Water table drawdown accelerates peatland degradation and carbon loss from peatland, but phenolic compounds—the concentration and composition of which are determined by vegetation community composition—can slow down carbon loss. However, the response of phenolic compounds to water table drawdown is not clear. We aimed to clarify how water table drawdown influence soil phenolic compounds composition by detecting them at peatlands with different water table. Our results showed that water table drawdown changed plant biodiversity and altered the structure of phenolic compounds. Plant biodiversity, richness, evenness, areal coverage, and aboveground biomass all significantly increased with the water table drawdown. Phenolic compounds transferred from monophenol to polyphenol with the water table drawdown. The concentration of water-soluble phenols also increased with the water table drawdown due to the hydrophilic nature of polyphenol compounds. In addition, the concentration of water-soluble phenols was positively correlated with total vegetation coverage and richness. We concluded that water table drawdown accelerates change in the vegetation community, alters the structure of phenolic compounds and increased the concentration of water-soluble phenols, which could play an important role in carbon output from peatlands.

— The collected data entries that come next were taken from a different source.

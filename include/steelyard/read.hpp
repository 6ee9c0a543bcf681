// Room "read": text into rows of printed numbers.
#pragma once

#include <cstdint>
#include <string>
#include <string_view>
#include <vector>

#include "steelyard/base.hpp"
#include "steelyard/study.hpp"

namespace steelyard {

/// One cell: its text as it stood (without quoting and outer blanks), where it stood, and, in a
/// column of numbers, the number it prints. An empty cell has empty text.
struct Cell {
  std::string text;
  std::uint32_t line = 0;
  std::uint32_t column = 0;
  Printed printed;

  [[nodiscard]] bool empty() const { return text.empty(); }
};

/// A cell of a known column that doesn't stand in that column.
struct NamedCell {
  std::string name;
  Cell cell;
};

/// One row; `cells` are parallel to `Table::names`. `words` is what its `as_printed` cell says, taken
/// apart, whether or not the row's own cells say the same.
struct Row {
  std::size_t line = 0;
  std::vector<Cell> cells;
  std::vector<NamedCell> words;
};

/// How numbers are written in a file.
struct NumberStyle {
  bool decimal_comma = false;  ///< `1,5` is one and a half
};

/// A file's rows. `names` are the column names in file order: known ones as in `columns()`, the
/// others (labels of the user's own) as they stand.
struct Table {
  std::string file;
  std::vector<std::string> names;
  std::vector<Row> rows;
  NumberStyle style;

  /// Index of a column, or -1.
  [[nodiscard]] int index_of(std::string_view name) const;
  /// The row's own cell or, when the column is absent or the cell empty, what the row's `as_printed`
  /// words say; null when neither says anything.
  [[nodiscard]] const Cell* cell(const Row& row, std::string_view name) const;
  /// The same without the words: null when the column is absent or the cell empty.
  [[nodiscard]] const Cell* own_cell(const Row& row, std::string_view name) const;
  /// What the words alone say, or null.
  [[nodiscard]] static const Cell* word_cell(const Row& row, std::string_view name);
};

/// Reads one printed number. Grammar and examples: docs/formats.md.
/// Errors quote the text and show accepted forms.
[[nodiscard]] Outcome<Printed> parse_printed(std::string_view text, const NumberStyle& style,
                                             const Place& where);

/// Reads a whole file's text: CSV (RFC 4180, with `,` `;` or tab, found from the header) or JSON (when the
/// first character that isn't blank is `[` or `{`). All problems of the file are reported at once.
[[nodiscard]] Outcome<Table> read_table(std::string_view text, const std::string& file);

/// Reads CSV / JSON text when the form is known.
[[nodiscard]] Outcome<Table> read_csv(std::string_view text, const std::string& file);
[[nodiscard]] Outcome<Table> read_json(std::string_view text, const std::string& file);

/// Takes a line as a paper prints it, `t(28) = 2.20, p = .036`, apart into cells of known columns
/// (`t`, `df`, `p`, ...), each with its place in the file; `where` is the place of the line's first
/// character. Words that are not understood are a caution that quotes them.
[[nodiscard]] Outcome<std::vector<NamedCell>> read_as_printed(std::string_view text, const NumberStyle& style,
                                                              const Place& where);

}  // namespace steelyard
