// Room "render": pure functions from an analysis and its figures to bytes.
#pragma once

#include <cstddef>
#include <optional>
#include <string>
#include <vector>

#include "steelyard/analysis.hpp"
#include "steelyard/figure.hpp"

namespace steelyard {

/// What a terminal can show.
struct TextStyle {
  std::size_t width = 80;  ///< columns; 40 is the least that is used
  bool utf8 = false;       ///< false: ASCII only, what it lacks is spelled or shown as `?`
  bool colour = false;     ///< ANSI colours; nothing is told by colour alone
};

/// `pool` for people: verdict, forest, models, evidence, estimates, findings, cautions.
/// Ends with a newline. No control character of the input gets through.
[[nodiscard]] std::string render_text(const Analysis& analysis, const TextStyle& style = {});
/// The forest alone.
[[nodiscard]] std::string render_text(const figure::Forest& forest, const TextStyle& style = {});

/// `check` for people: how each row is read, and what does not agree. Ends with a newline.
[[nodiscard]] std::string render_text(const Check& check, const TextStyle& style = {});

/// `weigh`, `stress` and `replicate` for people: the answer in a sentence, then the tables.
[[nodiscard]] std::string render_text(const RegionResult& region, const TextStyle& style = {});
[[nodiscard]] std::string render_text(const WeighAnalysis& analysis, const TextStyle& style = {});
[[nodiscard]] std::string render_text(const StressAnalysis& analysis, const TextStyle& style = {});
[[nodiscard]] std::string render_text(const ReplicateAnalysis& analysis, const TextStyle& style = {});

/// `pool` for machines; the fields are described in docs/json.md.
[[nodiscard]] std::string render_json(const Analysis& analysis);

/// Widths that journals print: 85 mm and 180 mm.
enum class FigureWidth { one_column, two_columns };

struct SvgStyle {
  FigureWidth width = FigureWidth::two_columns;
  bool embedded = false;         ///< for the inside of an HTML page that carries `svg_stylesheet()`
  std::string id = "steelyard";  ///< letters, digits, '-'; begins every id in the file
};

/// A whole SVG file, ends with a newline; the same bytes for the same input.
[[nodiscard]] std::string render_svg(const figure::Forest& forest, const SvgStyle& style = {});
[[nodiscard]] std::string render_svg(const figure::Surface& surface, const SvgStyle& style = {});
[[nodiscard]] std::string render_svg(const figure::Belief& belief, const SvgStyle& style = {});
[[nodiscard]] std::string render_svg(const figure::Funnel& funnel, const SvgStyle& style = {});
[[nodiscard]] std::string render_svg(const figure::Ladder& ladder, const SvgStyle& style = {});
[[nodiscard]] std::string render_svg(const figure::Sway& sway, const SvgStyle& style = {});
[[nodiscard]] std::string render_svg(const figure::PriorMap& map, const SvgStyle& style = {});

/// Everything that a report shows. What is empty or absent is left out, and the report says so.
struct Report {
  Analysis analysis;
  std::string command;                     ///< as typed, to get the same again
  std::vector<figure::Answer> cumulative;  ///< in order of arrival, the last one with all studies
  std::vector<figure::Answer> without;     ///< all but one study each
  std::optional<figure::PriorGrid> prior_grid;
};

/// One self-contained HTML file: no network, all content without JavaScript; ends with a newline.
[[nodiscard]] std::string render_html(const Report& report);

/// The same in Markdown (CommonMark with tables), without figures.
[[nodiscard]] std::string render_markdown(const Report& report);

/// The style rules of all figures, light and dark, for a page that embeds them.
[[nodiscard]] std::string svg_stylesheet();

/// The sentence that stands under every result that might guide treatment or safety.
[[nodiscard]] std::string usual_caution();

}  // namespace steelyard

地下水位下降加速了泥炭地的退化和泥炭地的碳损失，但是酚类化合物（其浓度和组成由植被群落组成决定）可以减缓碳损失。但是，酚类化合物对地下水位下降的响应尚不清楚。我们旨在通过在具有不同地下水位的泥炭地进行检测来阐明地下水位下降对土壤酚类化合物组成的影响。我们的结果表明，地下水位下降改变了植物的生物多样性，并改变了酚类化合物的结构。随着地下水位的下降，植物的生物多样性，丰富性，均匀性，面积覆盖率和地上生物量均显着增加。地下水位下降时，酚类化合物从单酚转移到多酚。由于多酚化合物的亲水性，水溶性酚的浓度也随着地下水位的下降而增加。此外，水溶性酚的浓度与植被总覆盖度和丰富度呈正相关。我们得出的结论是，地下水位下降加速了植被群落的变化，改变了酚类化合物的结构并增加了水溶性酚的浓度，这可能在泥炭地的碳排放中起重要作用。